Pasando por alto detalles desnudos de interés, diremos que una noche, hallándose el Rey del Monte entre la espesura de un bosque, acompañado de su coima y de cuatro o seis de los suyos, Dalila cuidó de embriagarlos, y a una hora concertada de antemano penetraron en el bosque los soldados.

El Rey del Monte despertó al ruido, se lanzó sobre su trabuco, apuntó y el arma no dio fuego. Entonces, adivinando instintivamente que la mujer lo había traicionado, tomó el trabuco por el cañón y lo dejó caer pesadamente sobre la infeliz, que se desplomó con el cráneo destrozado.

III

mañuco el parlampán

Si hubo hombre en Lima con reputación de bonus vir o de pobre diablo, ése fué sin disputa el negro Mañuco.

Llamábanlo el Parlampán porque en las corridas de toros se presentaba vestido de monigote en la mojiganga o cuadrilla de parlampanes, y desempeñábase con tanto gracejo que se había conquistado no poca populachería.

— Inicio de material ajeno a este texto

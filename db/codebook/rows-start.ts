import type { Chapter } from './chapter'

/** Looks that need no engine and no power: of 100, one figure per outcome of that check. */
const LOOKS: Chapter['rows'] = {
  stopSwitchLook: { startButtonFault: [73, 24, 3] },
  pinsWetLook: {
    startButtonFault: [56, 35, 9],
    starterRelayFault: [64, 29, 7],
    interlockOpen: [61, 32, 7],
    mainFuseOpen: [67, 26, 7],
    keySwitchHarness: [66, 28, 6],
    mainRelayFault: [67, 27, 6],
    regulatorFailed: [73, 23, 4],
    parasiticDrain: [68, 27, 5],
    starterMotorWorn: [70, 26, 4],
  },
  waterlineLook: {
    startButtonFault: [47, 33, 20],
    starterMotorWorn: [46, 31, 23],
    starterRelayFault: [50, 31, 19],
    interlockOpen: [51, 31, 18],
    gearPositionBad: [53, 30, 17],
    mainFuseOpen: [55, 29, 16],
    stopCircuitFault: [50, 32, 18],
    keySwitchHarness: [54, 30, 16],
    engineSeized: [53, 29, 18],
  },
  airFilterLook: { engineSeized: [65, 24, 11] },
  plugCapsTight: { interlockOpen: [78, 19, 3] },
  rolledWalk: {
    hydraulicLock: [24, 66, 6, 2, 2],
    interlockOpen: [34, 50, 14, 1, 1],
    startButtonFault: [35, 51, 12, 1, 1],
  },
}

/** Checks with power on and the engine still. */
const POWERED: Chapter['rows'] = {
  dashAtKeyOn: {
    mainFuseOpen: [6, 4, 90],
    batteryFailed: [29, 51, 20],
    parasiticDrain: [27, 47, 26],
    interlockOpen: [72, 27, 1],
    regulatorFailed: [34, 29, 37],
  },
  securityLamp: { batteryFailed: [83, 13, 4], parasiticDrain: [84, 12.5, 3.5] },
  storedCodes: {
    interlockOpen: [61, 35, 4],
    startButtonFault: [69, 26, 5],
    starterRelayFault: [63, 32, 5],
    batteryFailed: [38, 35, 27],
    parasiticDrain: [46, 32, 22],
    mainFuseOpen: [52, 22, 26],
  },
  gearLampSweep: { interlockOpen: [47, 24, 29], mainFuseOpen: [9, 5, 86] },
  gearSwitchMeter: { interlockOpen: [55, 14, 31] },
  rangeLever: { interlockOpen: [58, 25, 16, 1], mainFuseOpen: [10, 4, 85, 1] },
  pumpPrimeListen: {
    mainFuseOpen: [4, 2, 94],
    batteryFailed: [54, 31, 15],
    parasiticDrain: [50, 32, 18],
    regulatorFailed: [46, 17, 37],
  },
  pumpPlugVolts: {
    mainFuseOpen: [4, 3, 93],
    batteryFailed: [66, 22, 12],
    parasiticDrain: [64, 21, 15],
    batteryLow: [68, 22, 10],
  },
  fuelFlow: { mainFuseOpen: [4, 2, 94], batteryFailed: [54, 25, 21], parasiticDrain: [53, 24, 23] },
  coilSupplyDrop: { mainFuseOpen: [6, 3, 91] },
  keySupplyDrop: {
    mainFuseOpen: [12, 4, 84],
    waterInElectrics: [63, 14, 23],
    regulatorFailed: [56, 8, 36],
  },
  sensorSupplyVolts: {
    mainFuseOpen: [5, 1, 0.5, 93.5],
    batteryFailed: [77, 9, 1, 13],
    parasiticDrain: [75, 8, 1, 16],
  },
  modulePowerGround: {
    mainFuseOpen: [5, 3, 92],
    batteryFailed: [70, 20, 10],
    parasiticDrain: [71, 18, 11],
    regulatorFailed: [58, 10, 32],
  },
  oilLampWire: { mainFuseOpen: [7, 3, 90] },
  assistLamp: {
    mainFuseOpen: [5, 2, 93],
    batteryFailed: [55, 35, 10],
    parasiticDrain: [56, 31, 13],
  },
  fanAtKeyOn: {
    mainFuseOpen: [4, 3, 93],
    batteryFailed: [54, 32, 14],
    parasiticDrain: [55, 31, 14],
  },
  fanPlugBulb: { mainFuseOpen: [3, 1, 96], batteryFailed: [62, 25, 13] },
  fourWheelListen: {
    mainFuseOpen: [4, 3, 93],
    batteryFailed: [58, 25, 17],
    parasiticDrain: [56, 24, 20],
  },
}

/** Battery and its joints. */
const BATTERY: Chapter['rows'] = {
  batteryRest: { batteryFailed: [28, 15, 57], parasiticDrain: [14, 11, 75] },
  batteryCranking: {
    batteryFailed: [7, 9, 84],
    parasiticDrain: [16, 12, 72],
    starterMotorWorn: [62, 18, 20],
    engineSeized: [49, 18, 33],
    hydraulicLock: [52, 19, 29],
  },
  postDrop: { starterMotorWorn: [83, 9, 8], engineSeized: [79, 12, 9] },
  groundDrop: { starterMotorWorn: [80, 12, 8], engineSeized: [76, 13, 11] },
  harnessWiggle: { mainFuseOpen: [62, 18, 20], interlockOpen: [78, 14, 8] },
}

/** Checks that turn the engine, by starter or by hand. */
const TURNING: Chapter['rows'] = {
  crankingSound: {
    batteryFailed: [30, 68, 2],
    parasiticDrain: [34, 64, 2],
    starterMotorWorn: [47, 51, 2],
    starterClutchSlips: [30, 12, 58],
    hydraulicLock: [33, 61, 6],
    engineSeized: [58, 40, 2],
    keySwitchHarness: [80, 18, 2],
  },
  compressionTest: {
    batteryFailed: [60, 37, 3],
    parasiticDrain: [61, 36, 3],
    starterMotorWorn: [68, 29, 3],
    starterClutchSlips: [54, 24, 22],
    engineSeized: [30, 40, 30],
  },
  secondKey: {
    interlockOpen: [83, 16, 1],
    startButtonFault: [82, 17, 1],
    starterRelayFault: [85, 14, 1],
    gearPositionBad: [87, 12, 1],
  },
  sparkCranking: {
    batteryFailed: [44, 40, 16],
    parasiticDrain: [48, 38, 14],
    starterMotorWorn: [68, 27, 5],
    mainFuseOpen: [3, 1, 96],
  },
  plugWetOrDry: {
    batteryFailed: [59, 23, 18],
    mainFuseOpen: [8, 86, 6],
    hydraulicLock: [12, 8, 80],
  },
  fuelPressureGauge: { batteryFailed: [56, 14, 0, 30], mainFuseOpen: [3, 0.5, 0, 96.5] },
  injectorBlink: { mainFuseOpen: [3, 1, 96], batteryFailed: [64, 24, 12] },
  crankSensorPeak: {
    batteryFailed: [66, 15, 19],
    starterMotorWorn: [73, 13, 14],
    parasiticDrain: [68, 15, 17],
    starterClutchSlips: [38, 8, 54],
  },
  sparkWhileItDies: { mainFuseOpen: [18, 6, 76], batteryFailed: [56, 29, 15] },
  plugsOutTurn: { hydraulicLock: [80, 16, 4] },
  oilGlitter: { engineSeized: [35, 35, 30], starterMotorWorn: [86, 12, 2] },
  plugRead: { engineSeized: [45, 15, 40] },
}

/** What this chapter's faults do to checks that other chapters wrote. */
export const START_ROWS: Chapter['rows'] = { ...LOOKS, ...POWERED, ...BATTERY, ...TURNING }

Una tarde se exhibió en el redondel llevando dentro del cuerpo más aguardiente del acostumbrado, cogiólo el toro, y en una camilla lleváronle al hospital.

Vino el cirujano, reconoció la herida, meneó la cabeza murmurando malorum, y tras el cirujano se acercó a la covacha el capellán, y oyó en confesión a Mañuco.

Vivió aún el infeliz cuarenta y ocho horas, y mientras tuvo alientos no cesaba de gritar:

—Señores, llévense de mi consejo: tranca y cerrojo..., nada de cerraduras..., la mejor no vale un pucho..., para toda chapa hay llave..., tranca y cerrojo, y echarse a dormir a pierna suelta...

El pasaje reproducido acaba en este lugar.